◆ What to do: Locate the line bearing "notConverged.Parameters[2].MeterError = nil, nil" in the material below, then reproduce it and each following line up to and including the line bearing "f := heron()".

◆ Exercise material:
// heron is a record as data, so that the views are tested apart from the fit.
func heron() *Fit {
	yes, no := true, false
	return &Fit{
		Schema: Schema,
		Sweep: Sweep{File: "lot-heron/c017.csv", Part: "c017", Lot: "lot-heron", Points: 201, UsedPoints: 198,
			FMin: 100, FMax: 1e7, SHA256: "9f86d081884c7d659a2feaa0c55ad015a3bf4f1b2b0b822cd15d6c15b0f00a08"},
		Kind: models.CapacitorPart, Circuit: &Circuit{"cap-leak", "ESR + ESL + (C || Rp)"}, Status: Converged,
		Parameters: []Parameter{
			{Name: "ESR", Unit: "Ω", Value: 0.0213127, StdError: p(1e-4), Low95: p(0.0209), High95: p(0.0217), MeterError: p(9e-5), Determined: true},
			{Name: "ESL", Unit: "H", Value: 2.3e-10, High95: p(3.04e-10)},
			{Name: "C", Unit: "F", Value: 9.87312e-6, StdError: p(1.1e-8), Low95: p(9.8512e-6), High95: p(9.8952e-6), MeterError: p(5.7e-9), Determined: true},
			{Name: "Rp", Unit: "Ω", Value: 47e6, StdError: p(0), Low95: p(47e6), High95: p(47e6), Determined: true, Fixed: true},
		},
		Correlation: [][]float64{{1, 0.1, 0}, {0.1, 1, 0}, {0, 0, 1}},
		Residuals:   &Residuals{RMSRelative: 0.0011, MaxRelative: 0.0042, MaxAtHz: 3.2e6, Lag1: p(0.05)},
		SelfResonance: []Resonance{{FHz: 7.0812e5, StdErrorHz: p(320), MeterErrorHz: p(100), Low95Hz: p(7.0746e5), High95Hz: p(7.0878e5),
			Kind: models.SeriesResonance, InSweep: true, ImpedanceOhm: 0.0213}},
		Figures: []Figure{
			{Name: models.ESR, AtHz: 120, Value: 0.0213, Unit: "Ω", Low95: p(0.002), High95: p(0.21), Measured: p(0.13), BelowResolution: &yes},
			{Name: models.Cs, AtHz: 120, Value: 9.8731e-6, Unit: "F", Low95: p(9.851e-6), High95: p(9.895e-6), Measured: p(9.88e-6)},
			{Name: models.ESR, AtHz: 1e5, Value: 0.02131, Unit: "Ω", Low95: p(0.0209), High95: p(0.0217), Measured: p(0.0214), BelowResolution: &no},
			{Name: models.Lp, AtHz: 1e5, Value: -2.5e-7, Unit: "H"},
			{Name: models.Zabs, AtHz: 2e7, Value: 0.05, Unit: "Ω", Low95: p(0.04), High95: p(0.06)},
		},
		Candidates: []Candidate{
			{Name: "cap-esr", Expression: "ESR + C", AICc: p(-1200.1), RMSRelative: p(0.21), Reason: "AICc 812.3 above the best"},
			{Name: "cap-leak", Expression: "ESR + ESL + (C || Rp)", AICc: p(-2012.4), RMSRelative: p(0.0011), Chosen: true, Reason: "lowest AICc"},
			{Expression: "C || R", Reason: "the fit was not possible"},
		},
		Warnings: []Warning{{"no-header", "the file has no header: read as frequency in Hz, |Z| in Ω, phase in degrees"},
			{"not-determined", "ESL: the sweep ends below the frequency at which it would show; extend it upwards, or choose a circuit without it"}},
	}
}

func otter() *Fit {
	return Failed(Sweep{File: "lot-otter/c003.csv", Part: "c003"}, Error{Line: 14, Column: 3, Text: `expected a number, found "O.5"`})
}

func TestText(t *testing.T) {
	write := func(f *Fit, o TextOptions) string {
		var b bytes.Buffer
		if err := WriteText(&b, f, o); err != nil {
			t.Fatal(err)
		}
		return b.String()
	}
	notConverged := heron()
	notConverged.Status = NotConverged
	notConverged.Circuit = &Circuit{Expression: "ESR + ESL + (C || Rp)"}
	notConverged.Parameters[0].MeterError, notConverged.Parameters[2].MeterError = nil, nil
	for i := range notConverged.Figures {
		notConverged.Figures[i].BelowResolution = nil
	}
	notConverged.SelfResonance = []Resonance{}
	notConverged.Residuals.Structured = true
	summary := func(width int) string {
		var fits []*Fit
		for _, lot := range []string{"lot-heron", "lot-otter"} {
			a, b := heron(), heron()
			a.Sweep.Lot, b.Sweep.Lot = lot, lot
			b.Sweep.Part = "c018 with a long name"
			b.Parameters, b.Circuit = b.Parameters[:1], &Circuit{Expression: "ESR"}
			b.Warnings, b.SelfResonance = []Warning{}, []Resonance{}
			fits = append(fits, a, b, otter())
		}
		var b bytes.Buffer
		if err := WriteSummary(&b, fits, TextOptions{Width: width}); err != nil {
			t.Fatal(err)
		}
		return b.String()
	}
	for name, got := range map[string]string{
		"text-80.txt":            write(heron(), TextOptions{}),
		"text-120-all.txt":       write(heron(), TextOptions{Width: 120, All: true, Quiet: true, Reading: []string{"columns: f = 1, z = 2, phase = 3"}}),
		"text-not-converged.txt": write(notConverged, TextOptions{Quiet: true}),
		"text-failed.txt":        write(otter(), TextOptions{}),
		"summary-80.txt":         summary(80),
		"summary-60.txt":         summary(60),
	} {
		golden(t, name, got)
		limit := 80
		if strings.Contains(name, "120") {
			limit = 120
		}
		if w := textWidth(got); w > limit {
			t.Errorf("%s is %d columns wide, want at most %d", name, w, limit)
		}
		if strings.Contains(got, "\x1b") {
			t.Errorf("%s has colour that was not asked for", name)
		}
	}
	coloured := write(heron(), TextOptions{Colour: true})
	plain := strings.NewReplacer(bold, "", yellow, "", reset, "").Replace(coloured)
	if plain == coloured || plain != write(heron(), TextOptions{}) {
		t.Error("with its attributes removed, a coloured text is not the plain one")
	}
}

// Names come from files and must not reach the terminal as commands.
func TestTextIsHarmless(t *testing.T) {
	f := heron()
	f.Sweep.Part = "c\x1b[2J017\u202e"
	f.Sweep.File = "a\nb"
	f.Warnings[0].Text = "\x07bell"
	var b bytes.Buffer
	if err := WriteText(&b, f, TextOptions{}); err != nil {
		t.Fatal(err)
	}
	if strings.ContainsAny(b.String(), "\x1b\x07\u202e") {
		t.Errorf("a control character came through: %q", b.String())
	}
}

// The rounding is that of GUM 7.2.6 (JCGM 100:2008): "if y = 10,057 62 Ω with
// u_c(y) = 27 mΩ, y should be rounded to 10,058 Ω"; "r(x_i, x_j)" apart, an
// input estimate is rounded to agree with its uncertainty (text from memory).
// 7.2.2: m_S = 100,021 47 g with u_c = 0,35 mg.
func TestRounding(t *testing.T) {
	check := func(value, u float64, unit, wantValue, wantInterval string) {
		t.Helper()
		v, i := valueText(value, p(value-u), p(value+u), unit)
		if v != wantValue || i != wantInterval {
			t.Errorf("%v ± %v %s: got %q, %q, want %q, %q", value, u, unit, v, i, wantValue, wantInterval)
		}
	}
	check(10.05762, 0.027, "Ω", "10.058 Ω", "10.031 … 10.085")
	check(100.02147, 0.00035, "g", "100.02147 g", "100.02112 … 100.02182")
	bound := func(low, high *float64, want string) {
		t.Helper()
		if got := boundText(low, high, "H"); got != want {
			t.Errorf("got %q, want %q", got, want)
		}
	}
	bound(nil, p(3.01e-10), "< 310 pH") // rounded outwards
	bound(nil, p(3e-10), "< 300 pH")
	bound(p(3.09e-10), nil, "> 300 pH")
	bound(p(1.01e-9), p(9.95e-9), "1.0 nH … 10 nH")
	bound(nil, nil, "")
	for v, want := range map[float64]string{100: "100 Hz", 120: "120 Hz", 1e3: "1 kHz", 1.5e6: "1.5 MHz", 123456: "123.5 kHz", 0.001: "1 mHz", 20.5e6: "20.5 MHz"} {
		if got := FormatFrequency(v); got != want {
			t.Errorf("FormatFrequency(%v) = %q, want %q", v, got, want)
		}
	}
}

// contractFields lists the fields of the contract's example with the type of each.
var contractFields = map[string]string{
	"schema": "string", "sweep": "object", "kind": "string", "circuit": "object", "status": "string", "parameters": "array", "correlation": "array",
	"residuals": "object", "self_resonance": "array", "figures": "array", "candidates": "array", "warnings": "array",
	"sweep.file": "string", "sweep.part": "string", "sweep.lot": "string", "sweep.points": "number", "sweep.used_points": "number",
	"sweep.f_min_hz": "number", "sweep.f_max_hz": "number", "sweep.sha256": "string",
	"circuit.name": "string", "circuit.expression": "string",
	"parameters.name": "string", "parameters.unit": "string", "parameters.value": "number", "parameters.std_error": "number",
	"parameters.low95": "number", "parameters.high95": "number", "parameters.meter_error": "number", "parameters.determined": "bool", "parameters.fixed": "bool",
	"residuals.rms_relative": "number", "residuals.max_relative": "number", "residuals.max_at_hz": "number", "residuals.lag1": "number", "residuals.structured": "bool",
	"self_resonance.f_hz": "number", "self_resonance.std_error_hz": "number", "self_resonance.kind": "string", "self_resonance.in_sweep": "bool", "self_resonance.impedance_ohm": "number",
	"figures.name": "string", "figures.at_hz": "number", "figures.value": "number", "figures.unit": "string", "figures.low95": "number", "figures.high95": "number",
	"figures.measured": "number", "figures.below_resolution": "bool",
	"candidates.name": "string", "candidates.expression": "string", "candidates.aicc": "number", "candidates.rms_relative": "number", "candidates.chosen": "bool", "candidates.reason": "string",
	"warnings.code": "string", "warnings.text": "string",
}

// extraFields lists the fields that a record has beyond the contract's example.
var extraFields = map[string]string{
	"self_resonance.meter_error_hz": "number", "self_resonance.low95_hz": "number", "self_resonance.high95_hz": "number",
}

func jsonType(v any) string {
	switch v.(type) {
	case string:
		return "string"
	case float64:
		return "number"
	case bool:
		return "bool"
	case []any:
		return "array"
	case map[string]any:
		return "object"
	}
	return "null"
}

◆ Response to the task:
	notConverged.Parameters[0].MeterError, notConverged.Parameters[2].MeterError = nil, nil
	for i := range notConverged.Figures {
		notConverged.Figures[i].BelowResolution = nil
	}
	notConverged.SelfResonance = []Resonance{}
	notConverged.Residuals.Structured = true
	summary := func(width int) string {
		var fits []*Fit
		for _, lot := range []string{"lot-heron", "lot-otter"} {
			a, b := heron(), heron()
			a.Sweep.Lot, b.Sweep.Lot = lot, lot
			b.Sweep.Part = "c018 with a long name"
			b.Parameters, b.Circuit = b.Parameters[:1], &Circuit{Expression: "ESR"}
			b.Warnings, b.SelfResonance = []Warning{}, []Resonance{}
			fits = append(fits, a, b, otter())
		}
		var b bytes.Buffer
		if err := WriteSummary(&b, fits, TextOptions{Width: width}); err != nil {
			t.Fatal(err)
		}
		return b.String()
	}
	for name, got := range map[string]string{
		"text-80.txt":            write(heron(), TextOptions{}),
		"text-120-all.txt":       write(heron(), TextOptions{Width: 120, All: true, Quiet: true, Reading: []string{"columns: f = 1, z = 2, phase = 3"}}),
		"text-not-converged.txt": write(notConverged, TextOptions{Quiet: true}),
		"text-failed.txt":        write(otter(), TextOptions{}),
		"summary-80.txt":         summary(80),
		"summary-60.txt":         summary(60),
	} {
		golden(t, name, got)
		limit := 80
		if strings.Contains(name, "120") {
			limit = 120
		}
		if w := textWidth(got); w > limit {
			t.Errorf("%s is %d columns wide, want at most %d", name, w, limit)
		}
		if strings.Contains(got, "\x1b") {
			t.Errorf("%s has colour that was not asked for", name)
		}
	}
	coloured := write(heron(), TextOptions{Colour: true})
	plain := strings.NewReplacer(bold, "", yellow, "", reset, "").Replace(coloured)
	if plain == coloured || plain != write(heron(), TextOptions{}) {
		t.Error("with its attributes removed, a coloured text is not the plain one")
	}
}

// Names come from files and must not reach the terminal as commands.
func TestTextIsHarmless(t *testing.T) {
	f := heron()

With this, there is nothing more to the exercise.